Mike Scoiscia--Actually enjoyed working at the power plant, and contracted radiation poisoning as a result. Mike is now managing the Los Angeles Angels of Anaheim who are as of this writing, 16 games above .500. You damn kids may look at Scoiscia now and think that he couldn't have played professional baseball. He did, and he was good. Here he is, describing the radiation sickness.
Ken Griffey, Jr.--As shown by the clip above, Griffey got addicted to Nerve Tonic and suffered from Gigantism. In real life, he's Still Playing! So far, relatively healthy this season, which beats all. I suppose once you are old and slow enough, it becomes harder to break bones by running into walls. Hitting .281 with 13 Homers and 34 RBI, he's having a productive year.
Don Mattingly--Donny Baseball is kicked off by Mr. Burns for having sideburns, even though he doesn't. Mattingly, trying to assuage Burns has shaved off half the hair on his head. As he walks away, he mutters, "I still like him better than Steinbrenner." Which is ironic, as Mattingly is rumored now to be one of the potential replacements when Li'l George loses patience with Joe Torre. Here's that exchange, in the original Spanish:





Steve Sax--Arrested on a traffic violation, Springfield Cops decide to pin every crime ever committed in NYC on Sax. The last we see of him, he's rotting in jail. In real life Steve ran for office in the mid-90's, and is now a financial consultant. YouTube has no clip of Steve's moment on the Simpsons, which isn't surprising, as he ended up with all of 3 lines of dialogue.
Roger Clemens--Hypnotized into thinking he's a chicken. (sidenote: the commentary on the DVD suggests that Roger really didn't see why his lines were funny, and apparently complained). In real life, Roger is about to join the Major Leagues, again, apparently, maybe. Eric Wynalda, MLS commentator (?) predicted during the USA vs. China Friendly that Clemens would pitch two games before tearing his groin. I like that prediction.
Wade Boggs--Beaten up by Barney over the Greatest Prime Minister in England's History. Aside from inducting Mr. Perfect into the Pro Wrestling Hall of Fame, and appearing on a NY Pro vs. Boston Joes of PvJ, Boggs has been pretty quiet.

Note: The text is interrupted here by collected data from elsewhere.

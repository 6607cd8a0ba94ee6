"""Quality columns: rows that the data source itself calls bad are left out of every fit, whatever they hold."""

from __future__ import annotations

import numpy as np
import pandas as pd
from numpy.typing import NDArray

from ident.findings import Finding, Value
from ident.record.columns import Mapped
from ident.record.quote import listed, quoted
from ident.record.segments import Flags
from ident.record.table import Table

_GOOD = frozenset(["good", "gut", "ok", "bon", "bonne", "bueno", "buena", "buono", "buona", "valid"])
_BAD = frozenset(
    (
        *("bad", "uncertain", "invalid", "schlecht", "unsicher", "mauvais", "mauvaise", "incertain"),
        *("malo", "mala", "incierto", "cattivo", "incerto"),
    )
)
# OPC DA: the top two bits of a byte, 192 is good; 216 is a forced value, good to act on but not to fit.
_DA_QUALITY, _DA_GOOD, _DA_STATUS, _DA_FORCED = 0xC0, 0xC0, 0xFC, 0xD8
# OPC UA: the top two of 32 bits, 0 is good; a forced value likewise.
_UA_SEVERITY, _UA_FORCED = 30, 0x0096


def judge(table: Table, mapped: Mapped) -> tuple[Flags, list[Finding]]:
    """Rows to leave out, (n,), and what was found in the status and mode columns."""
    bad = np.zeros(len(table.line), dtype=np.bool_)
    found = []
    for i, name in mapped.quality.items():
        here = _bad_rows(table.cells[i])
        if here is None:
            found.append(_ignored(table.cells[i], name))
        elif here.any():
            bad |= here
            count, first = int(here.sum()), int(table.line[np.argmax(here)])
            message = f"{count} rows are of bad, uncertain or forced quality by column {quoted(name)} and are left out"
            evidence: dict[str, Value] = {"column": name, "count": count, "first_line": first}
            found.append(Finding("bad-quality", "warning", f"{message}; the first is line {first}.", evidence))
    return bad, found


def _bad_rows(cells: pd.Series) -> Flags | None:
    """Rows that are not good; None where the column speaks no known language."""
    if cells.isna().all():
        return None
    if cells.dtype.kind not in "iuf":
        words = cells.astype("str").str.strip().str.casefold().str.extract(r"^([^\W_]+)")[0]
        known = words.isin(_GOOD | _BAD)
        return ~words.isin(_GOOD).to_numpy(dtype=np.bool_) if known[cells.notna()].all() else None
    lost = cells.isna().to_numpy()
    values = cells.fillna(0).to_numpy(dtype=np.float64)
    if values.min() < 0 or values.max() >= 2**32 or (values != np.floor(values)).any():
        return None
    code: NDArray[np.int64] = values.astype(np.int64)
    if code.max() > 0xFFFF:
        good: Flags = (code >> _UA_SEVERITY == 0) & (code >> 16 != _UA_FORCED)
    elif code.max() <= 0xFF and (code & _DA_QUALITY == _DA_GOOD).mean() > 0.5:
        good = (code & _DA_QUALITY == _DA_GOOD) & (code & _DA_STATUS != _DA_FORCED)
    else:
        return None  # only zeros, for one: bad in OPC DA, good in OPC UA
    return ~good | lost


def _ignored(cells: pd.Series, name: str) -> Finding:
    counts = cells.value_counts(dropna=False)
    other = int(counts.sum() - counts.iloc[0])
    shown = listed([str(v) for v in counts.index[:4]])
    differ = f"; it holds {shown}, and {other} rows differ from the first of these" if other else ""
    return Finding(
        "status-ignored",
        "warning" if other else "info",
        f"Column {quoted(name)} (status or mode) was not used{differ}.",
        {"column": name, "rows_differing": other},
    )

Ozzie Smith--Disappeared down the Mystery Spot of Springfield. Apparently that isn't YouTube worthy, even though he met famed Time Travelers Mr. Peabody & Sherman. Ozzie hasn't been very public these days. The last time I saw him was during last year's Interleague series between the Twins and the Cardinals. Ozzie stopped by the booth, and totally awesome color guy (and Should Be Hall of Famer) Bert Blyleven repeatedly showed off his 1987 World Series Ring. It was awesome.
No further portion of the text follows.